### WHAT IS EXPECTED
For every line in the entries that contains "Index", show the whole line.

[Stored data entries]
// A withdrawn sign-off no longer counts and the withdrawal is reported; only
// the signer can withdraw; signing again after withdrawing counts.
func TestWithdraw(t *testing.T) {
	fin, lead := newDecisionKey(t, 1), newDecisionKey(t, 2)
	pol := decisionPolicy(t, fin, lead, "")
	rec := decisionRecord(t, pol, gate.Approve)
	dir := t.TempDir()
	path := filepath.Join(dir, "decision.json")
	if err := os.WriteFile(path, rec, 0o644); err != nil {
		t.Fatal(err)
	}
	for _, s := range []Signoff{sign(t, rec, lead, "lead"), sign(t, rec, fin, "finance")} {
		if err := AppendSignoff(path, s); err != nil {
			t.Fatal(err)
		}
	}
	w, err := Withdraw(rec, fin.priv, "finance", signedAt.Add(time.Hour))
	if err != nil {
		t.Fatal(err)
	}
	if err := WithdrawSignoff(path, w, lead.priv.Public().(ed25519.PublicKey)); err == nil {
		t.Fatal("a withdrawal checked with another key was accepted")
	}
	if err := WithdrawSignoff(path, w, fin.priv.Public().(ed25519.PublicKey)); err != nil {
		t.Fatal(err)
	}
	file, err := ReadSignatures(SignaturesPath(path))
	if err != nil {
		t.Fatal(err)
	}
	v := Verify(VerifyRequest{Record: rec, Source: path, Signatures: file, Policy: pol, Now: verifyNow})
	if len(v.Withdrawn) != 1 || !strings.Contains(strings.Join(v.Problems, "\n"), "missing sign-off: finance") {
		t.Fatalf("after withdrawal: withdrawn %d, problems %q", len(v.Withdrawn), v.Problems)
	}
	// A sign-off put back from an old copy of the file is refused as withdrawn.
	file.Signoffs = append(file.Signoffs, sign(t, rec, fin, "finance"))
	v = Verify(VerifyRequest{Record: rec, Source: path, Signatures: file, Policy: pol, Now: verifyNow})
	if !strings.Contains(strings.Join(v.Problems, "\n"), "was withdrawn at 2026-03-31T10:00:00Z") {
		t.Fatalf("restored sign-off: %q", v.Problems)
	}
	// Signing again later counts.
	again, _ := SignAt(rec, fin.priv, "finance", nil, signedAt.Add(2*time.Hour))
	file.Signoffs[len(file.Signoffs)-1] = again
	v = Verify(VerifyRequest{Record: rec, Source: path, Signatures: file, Policy: pol, Now: verifyNow})
	if len(v.Problems) != 0 {
		t.Fatalf("signed again: %q", v.Problems)
	}
}

// Strict decoding: a key given twice, or in another letter case, is
// refused with its line and column; Go's encoding/json alone would take
// the last duplicate and match keys case-insensitively.
func TestParseDecisionStrict(t *testing.T) {
	fin, lead := newDecisionKey(t, 1), newDecisionKey(t, 2)
	rec := decisionRecord(t, decisionPolicy(t, fin, lead, ""), gate.Refuse)
	at := bytes.Index(rec, []byte(`  "verdict": "refuse",`))
	if at < 0 {
		t.Fatal("no verdict line")
	}
	line := 1 + bytes.Count(rec[:at], []byte("\n"))
	insert := func(s string) []byte {
		return append(append(append([]byte{}, rec[:at]...), s...), rec[at:]...)
	}
	cases := []struct {
		name string
		data []byte
		want string
	}{
		{"case variant", insert(`  "VERDICT": "approve",` + "\n"), fmt.Sprintf("d.json:%d:3: key \"verdict\" differs from key \"VERDICT\" only in letter case", line+1)},
		{"duplicate", insert(`  "verdict": "approve",` + "\n"), fmt.Sprintf("d.json:%d:3: key \"verdict\" appears twice", line+1)},
		{"lone case variant", bytes.Replace(rec, []byte(`"verdict"`), []byte(`"Verdict"`), 1), fmt.Sprintf("d.json:%d:4: the record is not in the form sluice writes", line)},
		{"reformatted", bytes.Replace(rec, []byte("\n  "), []byte("\n   "), 1), "d.json:2:3: the record is not in the form sluice writes"},
	}
	for _, c := range cases {
		t.Run(c.name, func(t *testing.T) {
			_, err := ParseDecision(c.data, "d.json")
			if err == nil || !strings.Contains(err.Error(), c.want) {
				t.Fatalf("got %v, want ...%s...", err, c.want)
			}
		})
	}
	if _, err := ParseDecision(rec, "d.json"); err != nil {
		t.Fatalf("the record as written: %v", err)
	}
}

// What is signed is exactly the bytes written, and the format is stable:
// parse → marshal gives back the same bytes (STYLE.md, after age's header).
func FuzzParseDecision(f *testing.F) {
	f.Add([]byte(`{"format":"sluice.decision.v1","verdict":"approve","moves":[{"channel":"a","current":1,"proposed":2,"approved":1.5,"safe_step":0.5,"safe_step_per_week":0.5,"reasons":null}]}`))
	f.Add([]byte(`{"format":"sluice.decision.v1","inputs":{"data":{"path":"w.csv","sha256":"00"}},"forecast":{"weeks":13}}`))
	f.Add([]byte(`{"format":"x"}`))
	f.Fuzz(func(t *testing.T, data []byte) {
		d, err := ParseDecision(data, "f.json")
		if err != nil {
			return
		}
		b1, err := MarshalDecision(d)
		if err != nil {
			return // e.g. a NaN cannot come from JSON, but be safe
		}
		d2, err := ParseDecision(b1, "f.json")
		if err != nil {
			t.Fatalf("re-parse of marshalled record: %v", err)
		}
		b2, _ := MarshalDecision(d2)
		if !bytes.Equal(b1, b2) {
			t.Fatalf("parse → marshal is not stable:\n%s\n%s", b1, b2)
		}
	})
}

// TestParseDecisionEffectiveness: the effectiveness choice is part of the
// strict record: written and read back byte for byte (the record's own
// canonical form), an unknown key inside it is refused naming the file
// and the key (the record's decoder gives no line for unknown fields), and a record without it (every record before the choice) reads.
func TestParseDecisionEffectiveness(t *testing.T) {
	fin, lead := newDecisionKey(t, 1), newDecisionKey(t, 2)
	d := decisionOf(decisionPolicy(t, fin, lead, ""), gate.Approve)
	d.Effectiveness = &EffectChoice{Model: "drifting", Channels: []string{"search"}, Evidence: "invented for the test",
		Preferred: "drifting", BacktestRatio: 0.85, Changes: []EffectChange{{Channel: "search", Change: 1.3, Low: 1.1, High: 1.5, Z: 3.2, Named: true}}}
	rec := marshalRecord(t, d)
	got, err := ParseDecision(rec, "d.json")
	if err != nil {
		t.Fatalf("the record as written: %v", err)
	}
	if got.Effectiveness == nil || got.Effectiveness.Model != "drifting" || len(got.Effectiveness.Changes) != 1 || !got.Effectiveness.Changes[0].Named {
		t.Fatalf("read back %+v", got.Effectiveness)
	}
	if again := marshalRecord(t, got); !bytes.Equal(again, rec) {
		t.Error("parse → marshal changed the bytes")
	}
	at := bytes.Index(rec, []byte(`    "model": "drifting",`))
	if at < 0 {
		t.Fatal("no model line")
	}
	bad := append(append(append([]byte{}, rec[:at]...), `    "modle": "constant",`+"\n"...), rec[at:]...)
	_, err = ParseDecision(bad, "d.json")
	if err == nil || !strings.HasPrefix(err.Error(), "d.json:") || !strings.Contains(err.Error(), `unknown field "modle"`) {
		t.Errorf("unknown key inside effectiveness: got %v, want d.json: ... unknown field \"modle\"", err)
	}
	d.Effectiveness = nil
	if _, err := ParseDecision(marshalRecord(t, d), "d.json"); err != nil {
		t.Errorf("a record without the field: %v", err)
	}
}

### RESPONSE AREA
	at := bytes.Index(rec, []byte(`  "verdict": "refuse",`))
	at := bytes.Index(rec, []byte(`    "model": "drifting",`))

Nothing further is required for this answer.